Frank Pepe Pizza Napoletana in New Haven is “The Spot” for some of the best pizza in the entire country.

As I explained in my previous post about Caserta’s in Providence, New England has a unique pizza tradition that is entirely separate, but parallel to that of New York’s. Many pizza enthusiasts agree that New Haven, Connecticut has some of the best pizza in the entire country, as it boasts some of the oldest pizzeria with coal-fired ovens in the United States. Three of these happen to have started by the same extended family — Pepe’s, The “Spot” and Sally’s Apizza, all of which are part of the same Wooster Square old Italian-American neighborhood.

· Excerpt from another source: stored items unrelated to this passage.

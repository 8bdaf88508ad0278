package fit

import (
	"context"
	"fmt"
	"math"
	"math/rand/v2"
	"sync"
)

// logDensity is an unnormalised log probability density; −∞ outside its
// support. An error stops the sampler.
type logDensity func(ctx context.Context, x []float64) (float64, error)

// ensembleRun is the output of the stretch-move sampler.
type ensembleRun struct {
	// chain[s][w] is walker w's position after step s (all steps, burn-in
	// included); lnp[s][w] its log density.
	chain    [][][]float64
	lnp      [][]float64
	accepted []int // per walker, over the steps from countFrom on
}

// runEnsemble runs the affine-invariant ensemble sampler of Goodman &
// Weare (2010, Comm. Appl. Math. Comput. Sci. 5, 65) with the stretch move,
// parallelised over half-ensembles as in Foreman-Mackey et al. (2013, PASP
// 125, 306, §3): the walkers are split into two halves; each walker X_k of
// one half is moved to
//
//	Y = X_j + z (X_k − X_j),  z ~ g(z) ∝ 1/√z on [1/a, a],
//
// X_j drawn from the other half, and accepted with probability
// min(1, z^{d−1} p(Y)/p(X_k)); then the other half moves using the first
// one's new positions. Every random number is drawn serially, in walker
// order, before the half's densities are evaluated (in parallel, by
// workers goroutines): the chain is the same for any number of workers.
// init holds the starting positions (an even number ≥ 4 of walkers, each
// with a finite density). Acceptances are counted from step countFrom on
// (after the burn-in). progress is called after each step.
func runEnsemble(ctx context.Context, lp logDensity, init [][]float64, steps, countFrom int, a float64, seed uint64, workers int,
	progress func(done, total int)) (*ensembleRun, error) {
	nw := len(init)
	if nw < 4 || nw%2 != 0 {
		panic("fit: the ensemble needs an even number ≥ 4 of walkers")
	}
	dim := len(init[0])
	rng := rand.New(rand.NewPCG(seed, 0x9e3779b97f4a7c15))
	cur := make([][]float64, nw)
	curLnp := make([]float64, nw)
	for w := range nw {
		cur[w] = append([]float64(nil), init[w]...)
	}
	if err := parallelEval(ctx, lp, cur, curLnp, workers); err != nil {
		return nil, err
	}
	for w, v := range curLnp {
		if math.IsInf(v, -1) || math.IsNaN(v) {
			return nil, fmt.Errorf("fit: sampler: walker %d starts where the density is %g", w+1, v)
		}
	}
	run := &ensembleRun{chain: make([][][]float64, steps), lnp: make([][]float64, steps), accepted: make([]int, nw)}
	half := nw / 2
	prop := make([][]float64, half)
	for i := range prop {
		prop[i] = make([]float64, dim)
	}
	propLnp := make([]float64, half)
	zs := make([]float64, half)
	us := make([]float64, half)
	for s := range steps {
		for h := range 2 {
			self, other := h*half, (1-h)*half
			for i := range half {
				k := self + i
				j := other + rng.IntN(half)
				r := rng.Float64()
				z := (a - 1) * r
				z = (z + 1) * (z + 1) / a
				zs[i], us[i] = z, rng.Float64()
				for d := range dim {
					prop[i][d] = cur[j][d] + z*(cur[k][d]-cur[j][d])
				}
			}
			if err := parallelEval(ctx, lp, prop, propLnp, workers); err != nil {
				return nil, err
			}
			for i := range half {
				k := self + i
				q := float64(dim-1)*math.Log(zs[i]) + propLnp[i] - curLnp[k]
				if !math.IsNaN(q) && (q >= 0 || math.Log(us[i]) < q) {
					copy(cur[k], prop[i])
					curLnp[k] = propLnp[i]
					if s >= countFrom {
						run.accepted[k]++
					}
				}
			}
		}
		pos := make([][]float64, nw)
		flat := make([]float64, nw*dim)
		for w := range nw {
			pos[w] = flat[w*dim : (w+1)*dim]
			copy(pos[w], cur[w])
		}
		run.chain[s] = pos
		run.lnp[s] = append([]float64(nil), curLnp...)
		if progress != nil {
			progress(s+1, steps)
		}
	}
	return run, nil
}

// parallelEval sets out[i] = lp(xs[i]) using workers goroutines, each
// taking a fixed stride of indices; the first error (by index) is returned.
func parallelEval(ctx context.Context, lp logDensity, xs [][]float64, out []float64, workers int) error {
	if err := ctx.Err(); err != nil {
		return fmt.Errorf("fit: sampler: %w", err)
	}
	errs := make([]error, len(xs))
	n := max(1, min(workers, len(xs)))
	var wg sync.WaitGroup
	for g := range n {
		f := func() {
			for i := g; i < len(xs); i += n {
				out[i], errs[i] = lp(ctx, xs[i])
			}
		}
		if n == 1 {
			f()
		} else {
			wg.Go(f)
		}
	}
	wg.Wait()
	for _, err := range errs {
		if err != nil {
			return fmt.Errorf("fit: sampler: %w", err)
		}
	}
	return nil
}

Whenever you mention Pizza to a New Haven native the question of which of these places comes up, and there is a bit of a rivalry between them, much like the issue of which cheesesteak is better in Philly, Pat’s or Geno’s. However, there is one particular specialty in which Pepe’s is known to excel, which is the Clam Pie.

You lookin’ for some A’Beets? Click on the “Read the rest of this entry” link below for more. (note, all photos are from May 2008)

Frank Pepe Pizza Napoletana, New Haven CT by you.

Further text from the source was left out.